The overall goal of this procedure is to achieve proper pituitary coronal sections with well-preserved tissue architectures from developing mice. This procedure can help answer key questions in the field of pituitary development, such as pituitary histology, cell differentiation, proliferation, and apoptosis. The main advantage of this technique is that developing murine pituitaries can be dissected without visible damage and properly oriented for achieving coronal sections.
We first had the idea for this method when we found that, for developing murine pituitaries, it was technically difficult to obtain proper coronal sections. After anesthetizing and fixing mice according to the text protocol, use scissors to cut the skull bone open. Next, with forceps, gently lift the hindbrain from the base of the skull.

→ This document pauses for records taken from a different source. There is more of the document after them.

enum sg_status sg_record_validate(const struct sg_record *rec, struct sg_diag_list *diags,
                                  struct sg_error *err)
{
    struct checker c = {diags, err, 0};
    const struct sg_srcpos top = {1, 1};
    const unsigned refused = rec->refused;

    check_id(&c, rec, top);
    if (rec->method == SG_METHOD_NONE && !(refused & SG_PART_METHOD))
        REPORT(&c, top, "required key 'method' is missing (add 'test,method,hydrometer' or "
                        "'test,method,pipette')");

    if (rec->pos_particle_density.line != 0)
        (void)check(&c, SG_VALUE_PARTICLE_DENSITY, rec->particle_density_mg_m3, rec->pos_particle_density);
    else if (!(refused & SG_PART_PARTICLE_DENSITY))
        REPORT(&c, top, "required key 'particle_density_mg_m3' is missing (add a row "
                        "'test,particle_density_mg_m3,<value>', e.g. 2.65 if assumed)");

    check_required(&c, rec, SG_PART_SPECIMEN_MASS, SG_VALUE_SPECIMEN_MASS, rec->specimen_dry_mass_g,
                   rec->pos_specimen_mass, "specimen_dry_mass_g", "g", top);
    const bool volume_ok = !(refused & SG_PART_VOLUME) &&
                           check(&c, SG_VALUE_SUSPENSION_VOLUME, rec->suspension_volume_ml, rec->pos_volume);

    /* Sample mass and split aperture: required with sieve rows (a refused
     * sieve row counts: the sample was sieved), checked whenever given. */
    const bool sieved = rec->n_sieve > 0 || (refused & SG_PART_SIEVE);
    const struct sg_srcpos sieve_at = rec->n_sieve > 0 ? rec->sieve[0].pos : top;
    if (rec->pos_sample_mass.line != 0 || sieved)
        check_required(&c, rec, SG_PART_SAMPLE_MASS, SG_VALUE_SAMPLE_MASS, rec->sample_dry_mass_g,
                       rec->pos_sample_mass, "sample_dry_mass_g", "g", sieve_at);
    if (rec->pos_split_aperture.line != 0 || sieved)
        check_required(&c, rec, SG_PART_SPLIT_APERTURE, SG_VALUE_SPLIT_APERTURE, rec->split_aperture_mm,
                       rec->pos_split_aperture, "split_aperture_mm", "mm", sieve_at);

    /* The specimen is part of the sample. Both are needed here, each
     * within its range (else it was reported above). */
    if (rec->pos_sample_mass.line != 0 && rec->pos_specimen_mass.line != 0 &&
        within(SG_VALUE_SAMPLE_MASS, rec->sample_dry_mass_g) &&
        within(SG_VALUE_SPECIMEN_MASS, rec->specimen_dry_mass_g) &&
        rec->specimen_dry_mass_g >
            rec->sample_dry_mass_g * (1.0 + SG_RECORD_SPECIMEN_OVER_SAMPLE_MAX_PCT / 100.0))
        REPORT(&c, rec->pos_specimen_mass,
               "specimen_dry_mass_g %g g is more than sample_dry_mass_g %g g on line %u, the whole sample's dry "
               "mass (the specimen is taken from the sample: check both masses and their units)",
               rec->specimen_dry_mass_g, rec->sample_dry_mass_g, rec->pos_sample_mass.line);

    if (rec->n_fine_sieve > 0 && rec->pos_split_aperture.line != 0 && isfinite(rec->split_aperture_mm) &&
        rec->split_aperture_mm > 0.0) {
        for (size_t i = 0; i < rec->n_fine_sieve; i++)
            if (rec->fine_sieve[i].aperture_mm > rec->split_aperture_mm)
                REPORT(&c, rec->fine_sieve[i].pos,
                       "fine sieve %g mm is coarser than the split aperture %g mm (the specimen passed "
                       "the split sieve; list this sieve as 'sieve')",
                       rec->fine_sieve[i].aperture_mm, rec->split_aperture_mm);
    }
    /* 'fine_sieve,pan' is accepted and kept, as 'sieve,pan' is, rather than
     * refused: a laboratory that weighed the specimen's pan expects to record
     * it, and the records in use do. What lies in a pan passed the finest
     * sieve and counts as passing (a pan mass is never subtracted, METHODS.md
     * 5.2), so it changes no point of the curve; what it is for is the mass
     * balance, specimen dry mass against the fine-sieve masses and pan, the
     * counterpart of the sample's balance on 'sieve,pan' (that rule belongs
     * to the QC module). */
    check_sieve_rows(&c, rec->sieve, rec->n_sieve);
    check_sieve_rows(&c, rec->fine_sieve, rec->n_fine_sieve);

    if (rec->has_depth_line) {
        (void)check(&c, SG_VALUE_DEPTH_AT_ZERO, rec->depth_line_mm[0], rec->pos_depth_line);
        (void)check(&c, SG_VALUE_DEPTH_PER_UNIT, rec->depth_line_mm[1], rec->pos_depth_line);
    }
    if (rec->has_meniscus)
        (void)check(&c, SG_VALUE_MENISCUS, rec->meniscus_correction, rec->pos_meniscus);
    if (rec->has_composite)
        (void)check(&c, SG_VALUE_COMPOSITE, rec->composite_correction, rec->pos_composite);
    const bool pipette_volume_ok =
        rec->has_pipette_volume && check(&c, SG_VALUE_PIPETTE_VOLUME, rec->pipette_volume_ml, rec->pos_pipette_volume);
    if (rec->has_dispersant)
        (void)check(&c, SG_VALUE_DISPERSANT_MASS, rec->dispersant_mass_g, rec->pos_dispersant);

    if (rec->method == SG_METHOD_HYDROMETER) {
        if (rec->n_pipettes > 0)
            REPORT(&c, rec->pipettes[0].pos, "pipette row in a hydrometer test (set 'test,method,pipette' "
                                             "or remove the row)");
        if (rec->n_readings == 0 && !(refused & SG_PART_READING))
            REPORT(&c, top, "hydrometer test has no 'reading' rows (add 'reading,<elapsed_min>,<reading>,"
                            "<temp_c>' rows)");
        if (rec->scale == SG_SCALE_NONE && !(refused & SG_PART_SCALE))
            REPORT(&c, top, "required key 'reading_scale' is missing (add 'test,reading_scale,g_per_l' or "
                            "'test,reading_scale,density')");
        if (rec->hydrometer[0] == '\0' && !rec->has_depth_line &&
            !(refused & (SG_PART_HYDROMETER | SG_PART_DEPTH_LINE)))
            REPORT(&c, top, "no effective-depth calibration (name a registered hydrometer with "
                            "'test,hydrometer,<id>' or give 'test,depth_line_mm,<depth at 0>,<change per "
                            "unit>')");
        double last = (double)NAN;
        for (size_t i = 0; i < rec->n_readings; i++) {
            const struct sg_reading_row *r = &rec->readings[i];
            check_time(&c, r->elapsed_min, r->pos, &last);
            (void)check(&c, SG_VALUE_READING, r->reading, r->pos);
            (void)check(&c, SG_VALUE_TEMP, r->temp_c,
                        (struct sg_srcpos){r->pos.line, r->temp_col ? r->temp_col : r->pos.col});
            if (r->has_blank)
                (void)check(&c, SG_VALUE_BLANK, r->blank_reading, r->pos);
        }
    } else if (rec->method == SG_METHOD_PIPETTE) {
        if (rec->n_readings > 0)
            REPORT(&c, rec->readings[0].pos, "hydrometer reading row in a pipette test (set "
                                             "'test,method,hydrometer' or remove the row)");
        if (rec->n_pipettes == 0 && !(refused & SG_PART_PIPETTE))
            REPORT(&c, top, "pipette test has no 'pipette' rows (add 'pipette,<elapsed_min>,<temp_c>,"
                            "<depth_mm>,<solids_g>' rows)");
        if (rec->pipette_id[0] == '\0' && !rec->has_pipette_volume &&
            !(refused & (SG_PART_PIPETTE_ID | SG_PART_PIPETTE_VOLUME)))
            REPORT(&c, top, "no pipette volume (name a registered pipette with 'test,pipette_id,<id>' or "
                            "give 'test,pipette_volume_ml,<mL>')");
        if (pipette_volume_ok && volume_ok && rec->pipette_volume_ml >= rec->suspension_volume_ml)
            REPORT(&c, rec->pos_pipette_volume,
                   "pipette volume %g mL is not less than the suspension volume %g mL (the pipette samples "
                   "the suspension: check both volumes and their units)",
                   rec->pipette_volume_ml, rec->suspension_volume_ml);
        double last = (double)NAN;
        for (size_t i = 0; i < rec->n_pipettes; i++) {
            const struct sg_pipette_row *p = &rec->pipettes[i];
            check_time(&c, p->elapsed_min, p->pos, &last);
            (void)check(&c, SG_VALUE_TEMP, p->temp_c, p->pos);
            (void)check(&c, SG_VALUE_SAMPLING_DEPTH, p->depth_mm, p->pos);
            (void)check(&c, SG_VALUE_SOLIDS, p->solids_g, p->pos);
        }
    }

    return c.count ? SG_EINVAL : SG_OK;
}

const char *sg_method_name(enum sg_method m)
{
    switch (m) {
    case SG_METHOD_HYDROMETER: return "hydrometer";
    case SG_METHOD_PIPETTE: return "pipette";
    case SG_METHOD_NONE: break;
    }
    return "";
}

const char *sg_scale_name(enum sg_scale s)
{
    switch (s) {
    case SG_SCALE_G_PER_L: return "g_per_l";
    case SG_SCALE_DENSITY: return "density";
    case SG_SCALE_NONE: break;
    }
    return "";
}

const char *sg_standard_name(enum sg_standard s)
{
    switch (s) {
    case SG_STANDARD_ASTM_D7928: return "astm-d7928";
    case SG_STANDARD_BS1377_2: return "bs1377-2";
    case SG_STANDARD_ISO17892_4: return "iso17892-4";
    case SG_STANDARD_NONE: break;
    }
    return "";
}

Then, at the first sign of the sella turcica, stop lifting but hold the hindbrain, and use fine scissors to cut the pituitary stalk and nerve fibers connected to the base of the brain. Continue to lift and remove the whole brain to fully expose the pituitary gland. The pituitary gland rests on the dorsal surface of the sphenoid bone and is surrounded laterally by trigeminal nerves.
Then use scissors to cut the entire sellar region including the pituitary gland, lateral trigeminal nerves, and beneath the sphenoid bone. Put the tissue into a 35 mm dish containing 4%PFA, and incubate it at 4 degrees Celsius for 40 minutes to 3 hours, depending on the ages. Then use 10 mL of PBS to wash the fixed tissue for five changes at 15 minutes each.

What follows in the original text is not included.